(Required work): Every line of the listing that contains the word "closed" is to be copied out.

(Raw data):
★ ★ ★ ★ ★ ★ ★

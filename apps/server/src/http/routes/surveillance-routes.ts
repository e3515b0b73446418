import { Surveillance } from '@windrow/ventilation/contract/surveillance';
import { readSurveillance } from '../../services/read-surveillance.ts';
import { type Route, read } from '../route.ts';
import { inUnitOfStay, requireStay, StayParams } from './ids.ts';

export const surveillanceRoutes: Route[] = [
  read({
    path: '/api/stays/:stayId/surveillance',
    summary: 'The days of a stay on the ventilator by the surveillance definitions, with events and why',
    params: StayParams,
    response: Surveillance,
    needs: { act: 'see-people', in: inUnitOfStay },
    handle: async ({ deps, input: { params } }) =>
      readSurveillance(deps, { stay: await requireStay(deps.db, params.stayId) }),
  }),
];
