import type { Knex } from 'knex';

export type UnitRow = { id: string; name: string; time_zone: string; revision: number };
export type BedRow = {
  id: string;
  unit_id: string;
  label: string;
  row: number;
  column: number;
  is_open: number;
};

export async function allUnits(db: Knex): Promise<UnitRow[]> {
  return db<UnitRow>('units').orderBy('name');
}

export async function unitById(db: Knex, id: string): Promise<UnitRow | null> {
  return (await db<UnitRow>('units').where({ id }).first()) ?? null;
}

export async function insertUnit(db: Knex, row: UnitRow): Promise<void> {
  await db<UnitRow>('units').insert(row);
}

/** Takes the unit's next revision; inside the transaction that uses it, so that there are no gaps. */
export async function nextRevision(trx: Knex, unitId: string): Promise<number> {
  await trx<UnitRow>('units').where({ id: unitId }).increment('revision', 1);
  return (await trx<UnitRow>('units').where({ id: unitId }).first('revision'))?.revision ?? 0;
}

/** One number that grows with every change in the house. */
export async function houseRevision(db: Knex): Promise<number> {
  const row = await db('units').sum<{ total: number | null }>({ total: 'revision' }).first();
  return row?.total ?? 0;
}

export async function bedById(db: Knex, id: string): Promise<BedRow | null> {
  return (await db<BedRow>('beds').where({ id }).first()) ?? null;
}

/** In floor-plan order. */
export async function bedsOfUnit(db: Knex, unitId: string): Promise<BedRow[]> {
  return db<BedRow>('beds').where({ unit_id: unitId }).orderBy(['row', 'column']);
}

export async function bedCounts(db: Knex): Promise<Map<string, number>> {
  const rows = await db<BedRow>('beds')
    .select('unit_id')
    .count<{ unit_id: string; n: number }[]>({ n: '*' })
    .groupBy('unit_id');
  return new Map(rows.map(({ unit_id, n }) => [unit_id, n]));
}

export async function insertBed(db: Knex, row: BedRow): Promise<void> {
  await db<BedRow>('beds').insert(row);
}

export async function setBedOpen(db: Knex, id: string, isOpen: boolean): Promise<void> {
  await db<BedRow>('beds')
    .where({ id })
    .update({ is_open: Number(isOpen) });
}
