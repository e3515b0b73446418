import type { Bed, BedStay } from '../../contract/board.ts';
import { formatTime } from '../../format/clock.ts';
import { type ShownBed, shownBed } from '../shown-bed.ts';
import { airwayView } from './airway-view.ts';
import { type CheckView, checkView } from './check-view.ts';
import { gasView } from './gas-view.ts';
import type { GroupView, Reader } from './group-view.ts';
import { presentSupport } from './present-support.ts';
import { trialChip } from './trial-chip.ts';

/** A word about the patient that must be seen before anything is done at the bed. */
export type TileMark = { key: 'prone' | 'difficult-airway' | 'away'; lines: readonly string[] };

export type TileChip = { id: string; short: string; level: 'note' | 'attention' };

/** All that one tile shows, as words. Equal views look the same, so a tile is drawn anew only when this differs. */
export type TileView = {
  bedId: string;
  label: string;
  /** For those who listen: "Bed 03, AC/PC, check overdue 4 hours 35 minutes". */
  name: string;
  content:
    | { kind: 'empty' | 'closed' }
    | {
        kind: 'stay';
        /** Null: nobody has the bed in this shift. */
        initials: string | null;
        cover: string | null;
        mode: string | null;
        marks: readonly TileMark[];
        /** The flags that nobody has acknowledged. */
        chips: readonly TileChip[];
        /** How many more somebody has, with the values that they rest on. */
        seen: number;
        check: CheckView;
        airway: GroupView;
        gas: GroupView;
      };
};

/**
 * A bed as its tile shows it at one moment. No name of a patient is in it, whoever asks.
 *
 * @param input.reader server time in epoch milliseconds, and the unit's time zone.
 */
export function tileView({ bed, reader }: { bed: Bed; reader: Reader }): TileView {
  const shown = shownBed({ bed, now: reader.now });
  const { stay } = shown.bed;
  const place = { bedId: bed.bedId, label: bed.label };
  if (!stay) {
    const kind = bed.isOpen ? 'empty' : 'closed';
    return { ...place, name: `Bed ${bed.label}, ${kind}`, content: { kind } };
  }
  const mode = presentSupport({ shown, now: reader.now })?.shortName ?? null;
  const check = checkView({ shown, stay, reader });
  return {
    ...place,
    name: nameOf({ label: bed.label, mode, check }),
    content: {
      kind: 'stay',
      initials: shown.assignment?.initials ?? null,
      cover: shown.assignment?.coverInitials ?? null,
      mode,
      marks: marksOf(stay, reader),
      ...flagsOf(shown, reader),
      check,
      airway: airwayView({ shown, stay, reader }),
      gas: gasView({ shown, stay, reader }),
    },
  };
}

function nameOf({ label, mode, check }: { label: string; mode: string | null; check: CheckView }): string {
  return [`Bed ${label}`, mode, check.ageWords].filter((part) => part !== null).join(', ');
}

function marksOf({ proneSinceAt, difficultAirway, away }: BedStay, { timeZone }: Reader): TileMark[] {
  const marks: TileMark[] = [];
  if (away) marks.push({ key: 'away', lines: ['away', formatTime(away.sinceAt, timeZone)] });
  if (difficultAirway) marks.push({ key: 'difficult-airway', lines: ['difficult', 'airway'] });
  if (proneSinceAt !== null) marks.push({ key: 'prone', lines: ['prone'] });
  return marks;
}

/** Attention before notes, of which a running trial is the first; else as the rules have them. What was acknowledged is only counted. */
function flagsOf({ bed }: ShownBed, { now }: Reader): { chips: TileChip[]; seen: number } {
  const flags = bed.stay?.flags ?? [];
  const open = flags.filter(({ acknowledged }) => acknowledged === null);
  const chips = open.map(({ id, short, level }) => ({ id, short, level }));
  const trial = trialChip({ trial: bed.stay?.trial ?? null, now });
  const inOrder = [
    ...chips.filter(({ level }) => level === 'attention'),
    ...(trial ? [trial] : []),
    ...chips.filter(({ level }) => level === 'note'),
  ];
  return { chips: inOrder, seen: flags.length - open.length };
}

★ ★ ★ ★ ★ ★ ★

(Task response):
    | { kind: 'empty' | 'closed' }
    const kind = bed.isOpen ? 'empty' : 'closed';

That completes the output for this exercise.